#### Your objective
Track down every line below that holds "than" and copy it.

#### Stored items
__________________________________________________

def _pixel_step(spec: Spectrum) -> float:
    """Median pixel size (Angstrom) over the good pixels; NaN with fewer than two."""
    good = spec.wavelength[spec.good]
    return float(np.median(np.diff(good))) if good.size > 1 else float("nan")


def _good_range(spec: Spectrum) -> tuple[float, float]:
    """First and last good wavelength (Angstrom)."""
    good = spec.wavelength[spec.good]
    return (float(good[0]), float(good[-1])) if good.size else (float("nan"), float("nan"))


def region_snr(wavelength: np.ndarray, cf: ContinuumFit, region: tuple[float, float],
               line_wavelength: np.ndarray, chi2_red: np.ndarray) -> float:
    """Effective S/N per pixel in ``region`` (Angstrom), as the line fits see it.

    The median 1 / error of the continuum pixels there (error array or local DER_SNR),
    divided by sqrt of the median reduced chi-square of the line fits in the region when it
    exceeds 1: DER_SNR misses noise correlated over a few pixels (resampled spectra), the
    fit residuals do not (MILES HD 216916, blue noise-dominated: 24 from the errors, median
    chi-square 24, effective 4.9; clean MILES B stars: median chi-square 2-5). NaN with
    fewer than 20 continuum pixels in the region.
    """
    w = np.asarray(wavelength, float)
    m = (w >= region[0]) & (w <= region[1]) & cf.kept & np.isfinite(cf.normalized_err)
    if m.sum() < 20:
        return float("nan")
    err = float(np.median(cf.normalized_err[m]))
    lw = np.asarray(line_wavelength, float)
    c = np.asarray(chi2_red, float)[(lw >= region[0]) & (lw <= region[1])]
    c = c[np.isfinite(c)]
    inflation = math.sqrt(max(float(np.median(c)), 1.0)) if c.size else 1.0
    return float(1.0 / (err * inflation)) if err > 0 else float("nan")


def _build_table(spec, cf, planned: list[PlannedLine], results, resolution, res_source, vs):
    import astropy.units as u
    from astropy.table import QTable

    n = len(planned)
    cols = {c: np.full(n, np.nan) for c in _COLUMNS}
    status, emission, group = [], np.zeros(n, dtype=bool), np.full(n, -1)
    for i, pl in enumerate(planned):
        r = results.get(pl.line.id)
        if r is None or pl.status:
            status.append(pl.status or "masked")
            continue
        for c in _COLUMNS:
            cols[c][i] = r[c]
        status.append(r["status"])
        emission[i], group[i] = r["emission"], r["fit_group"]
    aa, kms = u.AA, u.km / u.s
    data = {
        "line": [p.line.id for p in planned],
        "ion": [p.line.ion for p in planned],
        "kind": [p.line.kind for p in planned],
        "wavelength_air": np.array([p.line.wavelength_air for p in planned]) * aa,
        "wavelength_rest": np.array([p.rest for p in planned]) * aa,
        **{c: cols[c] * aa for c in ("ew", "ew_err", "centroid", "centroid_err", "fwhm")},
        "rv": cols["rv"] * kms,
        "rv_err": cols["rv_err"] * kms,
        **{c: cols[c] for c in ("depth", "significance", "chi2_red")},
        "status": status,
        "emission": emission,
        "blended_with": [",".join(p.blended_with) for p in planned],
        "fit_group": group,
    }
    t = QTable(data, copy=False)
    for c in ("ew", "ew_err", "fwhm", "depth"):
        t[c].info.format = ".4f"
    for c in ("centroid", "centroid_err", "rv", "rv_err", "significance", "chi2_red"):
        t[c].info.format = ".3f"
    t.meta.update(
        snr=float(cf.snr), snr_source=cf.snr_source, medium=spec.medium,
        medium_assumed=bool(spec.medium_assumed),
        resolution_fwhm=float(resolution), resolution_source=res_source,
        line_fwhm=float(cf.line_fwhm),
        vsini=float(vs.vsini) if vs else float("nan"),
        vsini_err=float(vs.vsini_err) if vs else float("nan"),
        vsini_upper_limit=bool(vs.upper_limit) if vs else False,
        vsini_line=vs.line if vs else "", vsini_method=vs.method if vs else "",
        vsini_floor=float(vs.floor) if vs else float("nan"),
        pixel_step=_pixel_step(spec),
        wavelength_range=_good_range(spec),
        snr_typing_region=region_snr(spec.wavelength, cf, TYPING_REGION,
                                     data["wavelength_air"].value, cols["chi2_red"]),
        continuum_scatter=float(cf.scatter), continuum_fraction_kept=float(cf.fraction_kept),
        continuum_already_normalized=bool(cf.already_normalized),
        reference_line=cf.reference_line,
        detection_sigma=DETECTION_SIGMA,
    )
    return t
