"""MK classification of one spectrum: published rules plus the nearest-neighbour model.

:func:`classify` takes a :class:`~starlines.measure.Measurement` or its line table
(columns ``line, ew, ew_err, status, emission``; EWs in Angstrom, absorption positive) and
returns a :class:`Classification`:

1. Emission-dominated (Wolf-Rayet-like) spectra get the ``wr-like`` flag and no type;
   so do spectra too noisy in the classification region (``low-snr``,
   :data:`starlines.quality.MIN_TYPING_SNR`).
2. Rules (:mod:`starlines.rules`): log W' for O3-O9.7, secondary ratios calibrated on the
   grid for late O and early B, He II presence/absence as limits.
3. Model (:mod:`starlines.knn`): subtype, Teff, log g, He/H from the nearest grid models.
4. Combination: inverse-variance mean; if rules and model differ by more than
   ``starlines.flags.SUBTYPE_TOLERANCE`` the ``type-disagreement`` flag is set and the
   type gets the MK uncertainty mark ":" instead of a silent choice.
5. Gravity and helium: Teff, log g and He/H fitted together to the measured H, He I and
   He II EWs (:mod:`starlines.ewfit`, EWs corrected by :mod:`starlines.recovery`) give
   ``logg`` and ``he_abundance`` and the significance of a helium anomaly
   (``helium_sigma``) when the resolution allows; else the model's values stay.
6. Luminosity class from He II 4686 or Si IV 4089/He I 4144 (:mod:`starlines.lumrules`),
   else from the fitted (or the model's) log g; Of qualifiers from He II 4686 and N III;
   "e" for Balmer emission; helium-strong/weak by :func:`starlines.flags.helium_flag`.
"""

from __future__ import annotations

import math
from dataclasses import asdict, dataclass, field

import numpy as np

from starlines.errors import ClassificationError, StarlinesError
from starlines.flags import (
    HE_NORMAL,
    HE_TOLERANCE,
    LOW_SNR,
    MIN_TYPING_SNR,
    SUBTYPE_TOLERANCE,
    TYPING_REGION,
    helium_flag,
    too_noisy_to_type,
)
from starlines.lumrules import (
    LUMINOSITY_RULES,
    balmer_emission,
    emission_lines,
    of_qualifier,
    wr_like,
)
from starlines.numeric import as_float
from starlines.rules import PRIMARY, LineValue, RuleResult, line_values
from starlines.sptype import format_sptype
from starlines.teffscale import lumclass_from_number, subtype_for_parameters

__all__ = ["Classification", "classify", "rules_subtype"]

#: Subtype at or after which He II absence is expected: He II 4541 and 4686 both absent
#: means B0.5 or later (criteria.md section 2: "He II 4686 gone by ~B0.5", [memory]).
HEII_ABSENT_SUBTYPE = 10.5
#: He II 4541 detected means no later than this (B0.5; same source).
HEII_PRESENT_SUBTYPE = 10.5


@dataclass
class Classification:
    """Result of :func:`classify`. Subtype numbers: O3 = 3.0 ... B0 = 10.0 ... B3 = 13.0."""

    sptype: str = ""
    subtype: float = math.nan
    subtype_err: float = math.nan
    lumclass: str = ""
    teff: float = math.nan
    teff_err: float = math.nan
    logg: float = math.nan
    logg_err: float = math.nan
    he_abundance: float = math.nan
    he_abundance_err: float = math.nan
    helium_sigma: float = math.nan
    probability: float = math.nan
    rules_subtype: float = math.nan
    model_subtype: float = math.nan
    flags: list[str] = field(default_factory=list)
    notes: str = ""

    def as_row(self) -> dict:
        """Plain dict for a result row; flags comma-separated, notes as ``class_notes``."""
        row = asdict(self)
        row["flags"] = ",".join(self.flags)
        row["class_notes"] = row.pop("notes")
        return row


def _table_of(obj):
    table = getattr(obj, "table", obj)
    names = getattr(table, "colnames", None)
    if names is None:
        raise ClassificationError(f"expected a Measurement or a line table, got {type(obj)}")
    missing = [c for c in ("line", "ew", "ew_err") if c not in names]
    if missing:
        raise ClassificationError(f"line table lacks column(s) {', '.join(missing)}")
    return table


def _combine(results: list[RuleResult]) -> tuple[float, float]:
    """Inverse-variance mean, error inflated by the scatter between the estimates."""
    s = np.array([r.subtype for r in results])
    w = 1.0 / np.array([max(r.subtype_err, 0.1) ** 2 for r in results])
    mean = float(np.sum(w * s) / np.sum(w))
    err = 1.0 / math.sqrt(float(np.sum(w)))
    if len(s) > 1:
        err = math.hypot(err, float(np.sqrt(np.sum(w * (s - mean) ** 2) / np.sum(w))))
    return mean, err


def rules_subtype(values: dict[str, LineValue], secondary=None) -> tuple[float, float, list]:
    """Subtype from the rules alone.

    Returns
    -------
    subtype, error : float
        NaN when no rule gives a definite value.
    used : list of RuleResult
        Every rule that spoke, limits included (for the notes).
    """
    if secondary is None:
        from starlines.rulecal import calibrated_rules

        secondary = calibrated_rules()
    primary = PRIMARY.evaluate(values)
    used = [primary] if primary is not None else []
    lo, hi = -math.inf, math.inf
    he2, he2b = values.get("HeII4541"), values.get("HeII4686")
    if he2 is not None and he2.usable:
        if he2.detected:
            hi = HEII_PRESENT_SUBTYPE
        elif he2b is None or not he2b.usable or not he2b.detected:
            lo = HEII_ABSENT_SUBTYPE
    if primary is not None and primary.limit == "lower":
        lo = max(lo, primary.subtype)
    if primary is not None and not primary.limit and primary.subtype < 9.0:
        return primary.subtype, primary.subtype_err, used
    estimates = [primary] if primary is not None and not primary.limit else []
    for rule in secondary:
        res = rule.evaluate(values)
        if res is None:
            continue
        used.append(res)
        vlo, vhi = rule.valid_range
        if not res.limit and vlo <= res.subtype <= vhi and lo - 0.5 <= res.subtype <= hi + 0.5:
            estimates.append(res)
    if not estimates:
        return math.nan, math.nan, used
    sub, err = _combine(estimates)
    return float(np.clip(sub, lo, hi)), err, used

__________________________________________________

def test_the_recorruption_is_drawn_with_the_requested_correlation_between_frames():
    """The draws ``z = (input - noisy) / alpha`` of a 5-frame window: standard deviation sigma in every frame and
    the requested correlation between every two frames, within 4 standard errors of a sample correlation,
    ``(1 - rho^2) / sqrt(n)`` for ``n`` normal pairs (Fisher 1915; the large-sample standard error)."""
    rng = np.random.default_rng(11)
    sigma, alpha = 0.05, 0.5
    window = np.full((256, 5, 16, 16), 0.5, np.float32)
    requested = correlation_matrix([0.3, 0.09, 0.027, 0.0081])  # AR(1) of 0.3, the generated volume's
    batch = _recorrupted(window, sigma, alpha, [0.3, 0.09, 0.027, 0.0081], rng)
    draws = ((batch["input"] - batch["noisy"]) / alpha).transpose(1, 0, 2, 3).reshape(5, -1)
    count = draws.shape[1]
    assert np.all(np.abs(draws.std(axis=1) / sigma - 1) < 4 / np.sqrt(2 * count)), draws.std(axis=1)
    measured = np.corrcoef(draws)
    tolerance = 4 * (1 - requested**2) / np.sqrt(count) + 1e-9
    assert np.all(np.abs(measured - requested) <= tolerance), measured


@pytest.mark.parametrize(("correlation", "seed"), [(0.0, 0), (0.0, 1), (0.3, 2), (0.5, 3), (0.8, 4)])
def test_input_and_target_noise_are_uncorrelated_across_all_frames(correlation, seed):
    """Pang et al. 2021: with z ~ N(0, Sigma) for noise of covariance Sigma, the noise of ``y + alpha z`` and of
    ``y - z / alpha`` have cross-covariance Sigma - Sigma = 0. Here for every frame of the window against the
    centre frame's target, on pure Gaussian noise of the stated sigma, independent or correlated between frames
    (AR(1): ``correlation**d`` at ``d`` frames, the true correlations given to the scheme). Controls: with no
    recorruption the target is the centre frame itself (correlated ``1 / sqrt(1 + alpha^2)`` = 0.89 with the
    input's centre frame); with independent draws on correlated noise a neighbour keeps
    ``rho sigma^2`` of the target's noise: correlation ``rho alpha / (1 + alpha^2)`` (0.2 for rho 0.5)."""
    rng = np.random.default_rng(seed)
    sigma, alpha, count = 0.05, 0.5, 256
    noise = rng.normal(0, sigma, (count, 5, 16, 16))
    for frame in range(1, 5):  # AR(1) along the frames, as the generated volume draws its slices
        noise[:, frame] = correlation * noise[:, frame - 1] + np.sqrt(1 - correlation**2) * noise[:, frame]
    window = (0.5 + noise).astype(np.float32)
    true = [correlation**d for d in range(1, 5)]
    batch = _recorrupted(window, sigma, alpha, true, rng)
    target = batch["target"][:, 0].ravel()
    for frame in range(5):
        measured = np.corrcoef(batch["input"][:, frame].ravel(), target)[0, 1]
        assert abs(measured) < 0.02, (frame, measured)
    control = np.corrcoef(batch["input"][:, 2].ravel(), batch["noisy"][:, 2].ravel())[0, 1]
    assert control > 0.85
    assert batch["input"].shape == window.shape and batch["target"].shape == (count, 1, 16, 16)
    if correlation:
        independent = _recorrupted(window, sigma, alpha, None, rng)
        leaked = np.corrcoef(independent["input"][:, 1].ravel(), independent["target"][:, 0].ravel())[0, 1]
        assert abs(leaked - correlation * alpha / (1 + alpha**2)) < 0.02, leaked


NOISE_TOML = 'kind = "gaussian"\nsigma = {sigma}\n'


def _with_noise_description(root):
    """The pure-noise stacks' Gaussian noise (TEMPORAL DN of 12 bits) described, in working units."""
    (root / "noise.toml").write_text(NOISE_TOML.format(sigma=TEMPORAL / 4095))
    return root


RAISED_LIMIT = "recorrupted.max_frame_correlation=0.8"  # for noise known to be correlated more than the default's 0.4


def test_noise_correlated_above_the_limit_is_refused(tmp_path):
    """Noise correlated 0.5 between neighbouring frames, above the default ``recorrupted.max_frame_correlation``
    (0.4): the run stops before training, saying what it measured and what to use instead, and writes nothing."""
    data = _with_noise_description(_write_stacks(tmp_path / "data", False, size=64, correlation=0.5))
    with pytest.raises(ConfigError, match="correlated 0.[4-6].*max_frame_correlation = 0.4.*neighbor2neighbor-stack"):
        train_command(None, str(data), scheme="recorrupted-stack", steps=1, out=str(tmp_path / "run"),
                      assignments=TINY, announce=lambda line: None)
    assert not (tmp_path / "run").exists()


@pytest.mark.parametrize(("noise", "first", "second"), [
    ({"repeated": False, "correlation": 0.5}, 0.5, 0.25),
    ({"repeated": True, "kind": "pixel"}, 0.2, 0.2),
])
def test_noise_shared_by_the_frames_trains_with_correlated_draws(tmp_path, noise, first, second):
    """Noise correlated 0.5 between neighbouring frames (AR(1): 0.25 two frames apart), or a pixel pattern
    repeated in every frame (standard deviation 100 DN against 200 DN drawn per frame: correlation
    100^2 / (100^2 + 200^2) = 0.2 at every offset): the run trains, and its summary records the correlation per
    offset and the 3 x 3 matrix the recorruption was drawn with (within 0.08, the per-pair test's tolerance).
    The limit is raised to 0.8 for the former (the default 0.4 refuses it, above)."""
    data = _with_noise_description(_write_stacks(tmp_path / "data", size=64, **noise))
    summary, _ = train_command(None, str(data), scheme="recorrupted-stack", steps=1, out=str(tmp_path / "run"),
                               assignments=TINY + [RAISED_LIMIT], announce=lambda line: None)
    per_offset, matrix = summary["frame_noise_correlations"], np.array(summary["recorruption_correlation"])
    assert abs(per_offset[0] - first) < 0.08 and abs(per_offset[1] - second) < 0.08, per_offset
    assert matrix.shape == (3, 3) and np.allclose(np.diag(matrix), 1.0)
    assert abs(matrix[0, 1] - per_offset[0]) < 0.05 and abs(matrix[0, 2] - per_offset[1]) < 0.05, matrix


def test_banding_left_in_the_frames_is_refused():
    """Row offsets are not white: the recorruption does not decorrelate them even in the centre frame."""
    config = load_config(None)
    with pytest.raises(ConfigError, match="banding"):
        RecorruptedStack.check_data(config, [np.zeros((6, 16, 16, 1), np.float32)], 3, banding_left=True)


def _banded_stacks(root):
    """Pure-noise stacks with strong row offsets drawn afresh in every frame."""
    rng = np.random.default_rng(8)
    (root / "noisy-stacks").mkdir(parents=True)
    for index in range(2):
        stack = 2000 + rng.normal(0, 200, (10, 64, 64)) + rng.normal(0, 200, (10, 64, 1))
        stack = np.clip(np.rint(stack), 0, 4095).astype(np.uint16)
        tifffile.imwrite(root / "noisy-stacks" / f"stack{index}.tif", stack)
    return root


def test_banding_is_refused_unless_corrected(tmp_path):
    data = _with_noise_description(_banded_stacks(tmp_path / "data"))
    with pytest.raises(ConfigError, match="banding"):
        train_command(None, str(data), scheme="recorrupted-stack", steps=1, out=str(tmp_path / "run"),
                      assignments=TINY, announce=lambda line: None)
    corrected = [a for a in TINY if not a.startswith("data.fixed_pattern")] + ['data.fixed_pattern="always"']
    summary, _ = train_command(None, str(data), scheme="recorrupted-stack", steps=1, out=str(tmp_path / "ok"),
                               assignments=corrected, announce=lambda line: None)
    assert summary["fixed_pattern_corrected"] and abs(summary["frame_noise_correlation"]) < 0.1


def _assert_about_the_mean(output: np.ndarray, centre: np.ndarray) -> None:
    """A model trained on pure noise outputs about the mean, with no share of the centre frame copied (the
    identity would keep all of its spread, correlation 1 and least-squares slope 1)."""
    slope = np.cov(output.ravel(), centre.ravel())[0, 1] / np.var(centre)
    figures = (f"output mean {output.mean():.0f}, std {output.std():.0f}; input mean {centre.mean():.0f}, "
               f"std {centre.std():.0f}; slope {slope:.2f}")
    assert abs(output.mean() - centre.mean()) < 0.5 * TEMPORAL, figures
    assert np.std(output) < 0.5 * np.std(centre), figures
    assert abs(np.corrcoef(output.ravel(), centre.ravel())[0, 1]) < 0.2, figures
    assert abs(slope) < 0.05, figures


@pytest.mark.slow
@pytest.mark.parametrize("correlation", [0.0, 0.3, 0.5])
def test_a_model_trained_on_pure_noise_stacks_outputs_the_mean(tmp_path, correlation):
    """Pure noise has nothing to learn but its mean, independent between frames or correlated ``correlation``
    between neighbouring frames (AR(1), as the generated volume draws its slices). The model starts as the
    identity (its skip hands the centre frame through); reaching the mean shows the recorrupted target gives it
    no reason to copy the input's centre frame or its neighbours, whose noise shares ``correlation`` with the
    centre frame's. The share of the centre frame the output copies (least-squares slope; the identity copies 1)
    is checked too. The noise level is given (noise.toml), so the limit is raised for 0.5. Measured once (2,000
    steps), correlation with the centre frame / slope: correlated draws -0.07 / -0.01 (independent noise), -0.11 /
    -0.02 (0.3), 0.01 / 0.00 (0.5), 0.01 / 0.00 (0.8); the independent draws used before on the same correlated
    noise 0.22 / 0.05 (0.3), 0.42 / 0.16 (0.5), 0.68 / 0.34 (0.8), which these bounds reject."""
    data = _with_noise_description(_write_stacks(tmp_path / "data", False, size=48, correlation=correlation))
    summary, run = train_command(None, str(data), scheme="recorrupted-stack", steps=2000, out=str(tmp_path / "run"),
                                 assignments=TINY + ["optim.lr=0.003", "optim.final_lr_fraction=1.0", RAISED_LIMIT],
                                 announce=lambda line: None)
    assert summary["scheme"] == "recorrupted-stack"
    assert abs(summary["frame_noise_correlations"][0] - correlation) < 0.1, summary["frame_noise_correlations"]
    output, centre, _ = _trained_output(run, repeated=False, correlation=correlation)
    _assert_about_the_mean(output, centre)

__________________________________________________

#### Written answer
    """Median pixel size (Angstrom) over the good pixels; NaN with fewer than two."""
    fewer than 20 continuum pixels in the region.
4. Combination: inverse-variance mean; if rules and model differ by more than
#: He II 4541 detected means no later than this (B0.5; same source).
RAISED_LIMIT = "recorrupted.max_frame_correlation=0.8"  # for noise known to be correlated more than the default's 0.4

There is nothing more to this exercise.